Notre plaidoyer face aux VBG consiste également à aller au-devant des femmes dans le besoin, grâce à un véhicule aménagé, qui a sillonné pendant trois semaines les zones urbaines pauvres et densément peuplées. Nous avons peint sur le camion, et diffusé par haut-parleur, des messages de prévention de la COVID-19 auxquels nous mêlions des informations sur l’aide disponible en matière de santé sexuelle et reproductive et face aux VBG survenant à la faveur du confinement.
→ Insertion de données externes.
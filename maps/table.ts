/**
 * The table model shared by the editor, the validator, the formats and the API.
 *
 * A map is a 2-D grid of torque requests: rows are pedal position (%), columns road speed
 * (km/h). A drive map holds motoring torque; a regen map holds braking torque (≥ 0) by brake
 * pedal position, where the 0 % row is the lift-off regen applied with both pedals released.
 */

export type MapKind = 'drive' | 'regen'

export interface MapTable {
  kind: MapKind
  /** Pedal position breakpoints, %, strictly increasing (regen: brake pedal; 0 % = lift-off). */
  rowAxis: number[]
  /** Road speed breakpoints, km/h, strictly increasing. */
  colAxis: number[]
  /** values[row][col]: torque request at the motor shaft, N·m (regen: braking torque, ≥ 0). */
  values: number[][]
}

/** Axis sizes accepted everywhere (schema, CSV, breakpoint edits): small enough for firmware. */
export const MIN_BREAKPOINTS = 2
export const MAX_BREAKPOINTS = 64

/**
 * A deep copy, so operations can build their result without touching the input.
 * @example const copy = cloneTable(t); copy.values[0][0] = 5 // t unchanged
 */
export function cloneTable(t: MapTable): MapTable {
  return { kind: t.kind, rowAxis: [...t.rowAxis], colAxis: [...t.colAxis], values: t.values.map((r) => [...r]) }
}

/**
 * A table whose every cell is `value` (handy for tests and for starting a new map).
 * @example filledTable('drive', [0, 100], [0, 50], 0).values // [[0, 0], [0, 0]]
 */
export function filledTable(kind: MapKind, rowAxis: number[], colAxis: number[], value: number): MapTable {
  return { kind, rowAxis: [...rowAxis], colAxis: [...colAxis], values: rowAxis.map(() => colAxis.map(() => value)) }
}

/** True when both axes have the same breakpoints, bit for bit. */
export function sameAxes(a: MapTable, b: MapTable): boolean {
  const eq = (x: number[], y: number[]) => x.length === y.length && x.every((v, i) => v === y[i])
  return eq(a.rowAxis, b.rowAxis) && eq(a.colAxis, b.colAxis)
}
Nous avons peint sur le camion les numéros des hotlines à contacter en cas de viol, de VBG ou d’enfance en danger ; et avons diffusé des messages expliquant où trouver de l’aide et même des solutions de transport si besoin.

Nous collectons également des données sur l’impact de la COVID-19 sur l’accès des filles et des jeunes femmes à l’éducation et à la santé sexuelle et reproductive.

Quelles ont été les leçons de cette expérience pour vos activistes?

Les partenariats sont décisifs pour mettre au point des réponses efficaces aux enjeux de DSSR dans une situation d’urgence.

Nos partenariats dans le domaine des services mobiles ont permis d’intégrer la communication sur les droits et la santé sexuels et reproductifs et le soutien aux victimes de VBG parmi les aspects essentiels de la réponse d’urgence à la COVID-19.

Dans une crise de l’ampleur de celle que nous traversons, les activistes doivent tout faire pour ne pas perdre l’objectif des yeux et rester concentré·e·s sur les indicateurs d’égalité et d’équité entre les sexes. Leur action est vitale pour que les femmes et les filles ne se voient pas privées de leurs droits fondamentaux : la sécurité, la sûreté, la dignité et l’accès aux services essentiels, y compris à la justice si leurs droits sont bafoués. 

Talent Jumo, Katswe Sistahood, Zimbabwe

Talent Jumo était initialement une enseignante particulièrement intéressée par les femmes et la santé. En 2005, elle devient la Référente Genre du Programme VIH du Groupe de Travail Communautaire pour la Santé, avant de cofonder en 2007 Young Women’s Leadership Initiative (« Initiative pour le Leadership des Jeunes Femmes »), qui deviendra par la suite Katswe Sistahood. A la tête de Katswe Sistahood depuis 2012, Talent s’engage pour promouvoir les droits des femmes et les familiariser avec la santé sexuelle et reproductive. Elle est également membre de Women for the Global Fund (Femmes pour le Fonds Mondial).